__Activity__:
Word for word, retype the lines from the one containing "const rows = await" to the last line of the data below, both ends included.

- - -

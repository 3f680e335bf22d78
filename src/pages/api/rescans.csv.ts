import { spreadsheetCsv } from '../../lib/archive/csv.ts';
import { requireCurrentArchive } from '../../lib/server/access.ts';
import { apiRoute } from '../../lib/server/http.ts';
import { listRescans, RESCAN_CSV_COLUMNS, rescanCsvRecord } from '../../lib/server/rescans.ts';

/** The rescan list as CSV (UTF-8 with a byte-order mark, cells safe to open in a spreadsheet); same filters as the page. */
export const GET = apiRoute(async ({ locals, url }) => {
  const m = requireCurrentArchive(locals, 'viewer');
  const batchId = url.searchParams.get('batch') || undefined;
  const location = url.searchParams.has('location') ? url.searchParams.get('location')! : undefined;
  const rows = await listRescans(m.archiveId, { batchId: batchId && /^[0-9a-f-]{36}$/i.test(batchId) ? batchId : undefined, location });
  const csv = spreadsheetCsv([[...RESCAN_CSV_COLUMNS], ...rows.map(rescanCsvRecord)]);
  return new Response(csv, {
    headers: {
      'content-type': 'text/csv; charset=utf-8',
      'content-disposition': `attachment; filename="rescan-list-${new Date().toISOString().slice(0, 10)}.csv"`,
    },
  });
});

- - -

__Exercise answer__:
  const rows = await listRescans(m.archiveId, { batchId: batchId && /^[0-9a-f-]{36}$/i.test(batchId) ? batchId : undefined, location });
  const csv = spreadsheetCsv([[...RESCAN_CSV_COLUMNS], ...rows.map(rescanCsvRecord)]);
  return new Response(csv, {
    headers: {
      'content-type': 'text/csv; charset=utf-8',
      'content-disposition': `attachment; filename="rescan-list-${new Date().toISOString().slice(0, 10)}.csv"`,
    },
  });
});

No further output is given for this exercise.